• Problem details: Two lines mark the range in the entries below: the one holding "are counted in" and the one holding "roughnesses e/D, as". Set down those two and all lines between them, exactly.

• Information provided:
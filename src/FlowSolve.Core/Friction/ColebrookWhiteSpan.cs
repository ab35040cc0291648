using System.Runtime.CompilerServices;
using System.Runtime.InteropServices;
using System.Runtime.Intrinsics;

namespace FlowSolve.Core.Friction;

/// <summary>What a span solve of Colebrook-White did, element by element summed up.</summary>
/// <param name="Count">Elements solved.</param>
/// <param name="WorstIterations">The largest iteration count of any element (0 for an empty span).</param>
/// <param name="NotConverged">Elements whose solve stopped without converging (as the scalar solve's status says);
/// their factor is the scalar solve's best iterate and must not be used.</param>
/// <param name="FirstNotConverged">Index of the first of them, or -1.</param>
/// <param name="Invalid">Elements with an argument the scalar solve refuses (a Reynolds number not finite and positive,
/// a relative roughness outside [0, 1), NaN): their factor is NaN and their iteration count 0.</param>
/// <param name="FirstInvalid">Index of the first of them, or -1.</param>
public readonly record struct ColebrookSpanResult(int Count, int WorstIterations, int NotConverged, int FirstNotConverged,
    int Invalid, int FirstInvalid)
{
    /// <summary>True when every element had valid arguments and converged.</summary>
    public bool AllConverged => NotConverged == 0 && Invalid == 0;
}

public static partial class ColebrookWhite
{
    private const int Lanes = 4;

    /// <summary>Solves Colebrook-White for many pipes at once: <c>frictionFactor[i]</c> for <c>reynolds[i]</c> and
    /// <c>relativeRoughness[i]</c>, four at a time in the hardware's vector registers, giving for every element exactly
    /// the factor and iteration count of <see cref="Solve(double, double, Numerics.SolverTrace?)"/>.</summary>
    /// <remarks>
    /// <para>The scalar solve is latency-bound: each Newton step waits for the logarithm and the division of the one
    /// before. Here four independent solves advance side by side in <see cref="Vector256{T}"/> lanes, so their
    /// logarithms and divisions overlap, and the general solver's set-up (options, bracket, result record) is paid once
    /// per span instead of once per pipe.</para>
    /// <para>Each lane repeats the scalar solve's operations in the same order on the same values: the start x = 8, the
    /// known bracket [0.5, 50] and its update, the Newton step x - g/g', the bisection rules (step leaving the bracket,
    /// step not halving), the stop on a step below 2e-15 |x| and the stop on a predicted step. Vector additions,
    /// multiplications and divisions round as the scalar ones do (IEEE 754, no fused multiply-add), and the logarithm is
    /// <see cref="Math.Log(double)"/> of each active lane, because no vector logarithm rounds as the platform's scalar one
    /// does: a logarithm one unit in the last place apart changes a Newton iterate, and the stopping tests then end
    /// on a different last step, up to tens of units in the last place of f apart. With the same logarithm the answers
    /// are equal bit for bit.</para>
    /// <para>Elements outside the known bracket's domain (Re below 2000 or above 1e25) are handed to the scalar solve,
    /// which checks a wider bracket; elements with invalid arguments get NaN and are counted in
    /// <see cref="ColebrookSpanResult.Invalid"/> instead of throwing, so one bad pipe cannot stop a whole span.</para>
    /// </remarks>
    /// <param name="reynolds">Reynolds numbers.</param>
    /// <param name="relativeRoughness">Relative roughnesses e/D, as many as <paramref name="reynolds"/>.</param>
    /// <param name="frictionFactor">Receives the Darcy friction factors; as long as <paramref name="reynolds"/>.</param>
    /// <param name="iterations">When not empty (as long as <paramref name="reynolds"/>), receives each element's
    /// iteration count (0 for an invalid element).</param>
    /// <returns>The count, the worst iteration count, and the elements not converged or invalid.</returns>
    /// <exception cref="ArgumentException">The spans' lengths differ.</exception>
    public static ColebrookSpanResult Solve(ReadOnlySpan<double> reynolds, ReadOnlySpan<double> relativeRoughness,
        Span<double> frictionFactor, Span<int> iterations = default)
    {
        int n = reynolds.Length;
        if (relativeRoughness.Length != n || frictionFactor.Length != n || (!iterations.IsEmpty && iterations.Length != n))
            ThrowLengths();
        bool wantIterations = !iterations.IsEmpty;
        var tally = new Tally { FirstNotConverged = -1, FirstInvalid = -1 };

        int i = 0;
        if (Vector256.IsHardwareAccelerated)
        {
            ref double reStart = ref MemoryMarshal.GetReference(reynolds);
            ref double rrStart = ref MemoryMarshal.GetReference(relativeRoughness);
            ref double fStart = ref MemoryMarshal.GetReference(frictionFactor);
            for (; i + Lanes <= n; i += Lanes)
            {
                var re = Vector256.LoadUnsafe(ref reStart, (nuint)i);
                var rr = Vector256.LoadUnsafe(ref rrStart, (nuint)i);
                var (f, its, scalarLanes, failedLanes) = Block(re, rr);
                f.StoreUnsafe(ref fStart, (nuint)i);
                for (int k = 0; k < Lanes; k++)
                {
                    if ((scalarLanes >> k & 1) != 0)
                    {
                        One(reynolds[i + k], relativeRoughness[i + k], frictionFactor, iterations, i + k, ref tally);
                        continue;
                    }
                    int count = (int)its.GetElement(k);
                    if (wantIterations) iterations[i + k] = count;
                    tally.Worst = Math.Max(tally.Worst, count);
                    if ((failedLanes >> k & 1) != 0) tally.NotConverged(i + k);
                }
            }
        }
        for (; i < n; i++)
            One(reynolds[i], relativeRoughness[i], frictionFactor, iterations, i, ref tally);

        return new ColebrookSpanResult(n, tally.Worst, tally.NotConvergedCount, tally.FirstNotConverged,
            tally.InvalidCount, tally.FirstInvalid);
    }

    /// <summary>One element by the scalar solve, or NaN for arguments it would refuse.</summary>
    private static void One(double reynolds, double relativeRoughness, Span<double> frictionFactor, Span<int> iterations,
        int index, ref Tally tally)
    {
        if (!(reynolds > 0) || !double.IsFinite(reynolds) || !(relativeRoughness >= 0) || !(relativeRoughness < 1))
        {
            frictionFactor[index] = double.NaN;
            if (!iterations.IsEmpty) iterations[index] = 0;
            tally.Invalid(index);
            return;
        }
        var result = Solve(reynolds, relativeRoughness);
        frictionFactor[index] = result.FrictionFactor;
        if (!iterations.IsEmpty) iterations[index] = result.Iterations;
        tally.Worst = Math.Max(tally.Worst, result.Iterations);
        if (!result.Converged) tally.NotConverged(index);
    }

    /// <summary>Four solves in the lanes of a vector: the scalar <see cref="Numerics.SafeguardedNewton"/> with the
    /// known bracket, statement for statement (see <see cref="Solve(ReadOnlySpan{double}, ReadOnlySpan{double}, Span{double}, Span{int})"/>).</summary>
    /// <returns>The factors; the iteration counts; the lanes left to the scalar solve (bit k for lane k); the lanes
    /// that stopped without converging.</returns>
    private static (Vector256<double> FrictionFactor, Vector256<long> Iterations, uint ScalarLanes, uint FailedLanes)
        Block(Vector256<double> reynolds, Vector256<double> relativeRoughness)
    {
        var zero = Vector256<double>.Zero;
        // The domain of the known bracket [0.5, 50] (ColebrookWhite.Solve's remarks prove it), with valid roughness.
        var inDomain = Vector256.GreaterThanOrEqual(reynolds, Vector256.Create(2000.0))
            & Vector256.LessThanOrEqual(reynolds, Vector256.Create(1e25))
            & Vector256.GreaterThanOrEqual(relativeRoughness, zero)
            & Vector256.LessThan(relativeRoughness, Vector256.Create(1.0));
        uint scalarLanes = ~inDomain.ExtractMostSignificantBits() & 0xF;

        // The Equation struct's constants, rounded as there: c = 2.51/Re and r = (e/D)/3.7.
        var c = Vector256.Create(2.51) / reynolds;
        var r = relativeRoughness / Vector256.Create(3.7);

        var x = Vector256.Create(Start);
        var lo = Vector256.Create(0.5);
        var hi = Vector256.Create(50.0);
        var done = ~inDomain;           // lanes finished (or never started); all bits set where true
        var failed = zero;
        var result = x;
        var iterationsDone = Vector256<long>.Zero;

        var (fx, dfx) = Evaluate(x, c, r, inDomain.ExtractMostSignificantBits());
        // The sizes of the last two steps start at the interval's width, as in the scalar solve.
        var previousStep = Vector256.Create(49.5);
        var stepBeforeLast = previousStep;
        var previousWasNewton = zero;

        for (long iteration = 1; ; iteration++)
        {
            var active = ~done;
            if (active.ExtractMostSignificantBits() == 0) break;
            var before = Vector256.Create(iteration - 1);
            var now = Vector256.Create(iteration);

            // Non-finite value (cannot happen inside the domain: a > 0; kept so the lanes follow the scalar rules).
            var stop = active & ~Vector256.IsFinite(fx);
            failed |= stop;
            Finish(stop, x, before, ref result, ref iterationsDone, ref done, ref active);
            Finish(active & Vector256.Equals(fx, zero), x, before, ref result, ref iterationsDone, ref done, ref active);
            if (iteration > MaxIterations)
            {
                failed |= active;
                Finish(active, x, before, ref result, ref iterationsDone, ref done, ref active);
                break;
            }

            var below = Vector256.LessThan(fx, zero);
            lo = Vector256.ConditionalSelect(active & below, x, lo);
            hi = Vector256.ConditionalSelect(active & ~below, x, hi);

            var tolerance = Vector256.Create(RelativeTolerance) * Vector256.Abs(x);
            Finish(active & Vector256.LessThanOrEqual(hi - lo, Vector256.Create(2.0) * tolerance), x, now,
                ref result, ref iterationsDone, ref done, ref active);

            var badDerivative = Vector256.Equals(dfx, zero) | ~Vector256.IsFinite(dfx);
            var newtonStep = fx / dfx;
            var next = x - newtonStep;
            var absNewton = Vector256.Abs(newtonStep);
            Finish(active & ~badDerivative & Vector256.LessThanOrEqual(absNewton, tolerance), x, now,
                ref result, ref iterationsDone, ref done, ref active);

            var bisect = badDerivative
                | ~(Vector256.GreaterThan(next, lo) & Vector256.LessThan(next, hi))
                | Vector256.GreaterThan(absNewton, Vector256.Create(0.5) * Vector256.Abs(stepBeforeLast));
            next = Vector256.ConditionalSelect(bisect, lo + Vector256.Create(0.5) * (hi - lo), next);

            var step = next - x;
            var absStep = Vector256.Abs(step);
            var predicted = active & ~bisect & previousWasNewton
                & Vector256.LessThanOrEqual(absStep, Vector256.Create(0.1) * Vector256.Abs(previousStep))
                & Vector256.LessThanOrEqual(absStep * absStep * absStep, tolerance * previousStep * previousStep);
            Finish(predicted, next, now, ref result, ref iterationsDone, ref done, ref active);

            previousWasNewton = ~bisect;
            stepBeforeLast = previousStep;
            previousStep = step;

            Finish(active & Vector256.LessThanOrEqual(absStep, tolerance), x, now,
                ref result, ref iterationsDone, ref done, ref active);

            x = next;
            uint evaluate = active.ExtractMostSignificantBits();
            if (evaluate == 0) break;
            (fx, dfx) = Evaluate(x, c, r, evaluate);
        }

        return (Vector256<double>.One / (result * result), iterationsDone, scalarLanes, failed.ExtractMostSignificantBits());
    }

    [MethodImpl(MethodImplOptions.AggressiveInlining)]
    private static void Finish(Vector256<double> stop, Vector256<double> value, Vector256<long> count,
        ref Vector256<double> result, ref Vector256<long> iterations, ref Vector256<double> done, ref Vector256<double> active)
    {
        stop &= active;
        result = Vector256.ConditionalSelect(stop, value, result);
        iterations = Vector256.ConditionalSelect(stop.AsInt64(), count, iterations);
        done |= stop;
        active &= ~stop;
    }

    /// <summary>g(x) = x + (2/ln 10) ln(r + c x) and g'(x) = 1 + (2/ln 10) c / (r + c x), as the scalar Equation
    /// computes them; the logarithm only in the lanes set in <paramref name="lanes"/> (the others are finished).</summary>
    [MethodImpl(MethodImplOptions.AggressiveInlining)]
    private static (Vector256<double> Value, Vector256<double> Derivative) Evaluate(Vector256<double> x,
        Vector256<double> c, Vector256<double> r, uint lanes)
    {
        var a = r + c * x;
        var log = Vector256.Create(
            (lanes & 1) != 0 ? Math.Log(a.GetElement(0)) : 0.0,
            (lanes & 2) != 0 ? Math.Log(a.GetElement(1)) : 0.0,
            (lanes & 4) != 0 ? Math.Log(a.GetElement(2)) : 0.0,
            (lanes & 8) != 0 ? Math.Log(a.GetElement(3)) : 0.0);
        var k = Vector256.Create(TwoOverLn10);
        return (x + k * log, Vector256<double>.One + k * c / a);
    }

    [MethodImpl(MethodImplOptions.NoInlining)]
    private static void ThrowLengths() =>
        throw new ArgumentException("reynolds, relativeRoughness, frictionFactor (and iterations when given) must have the same length");

    private struct Tally
    {
        public int Worst, NotConvergedCount, FirstNotConverged, InvalidCount, FirstInvalid;

        public void NotConverged(int index)
        {
            if (NotConvergedCount++ == 0) FirstNotConverged = index;
        }

        public void Invalid(int index)
        {
            if (InvalidCount++ == 0) FirstInvalid = index;
        }
    }
}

• Task output:
    /// which checks a wider bracket; elements with invalid arguments get NaN and are counted in
    /// <see cref="ColebrookSpanResult.Invalid"/> instead of throwing, so one bad pipe cannot stop a whole span.</para>
    /// </remarks>
    /// <param name="reynolds">Reynolds numbers.</param>
    /// <param name="relativeRoughness">Relative roughnesses e/D, as many as <paramref name="reynolds"/>.</param>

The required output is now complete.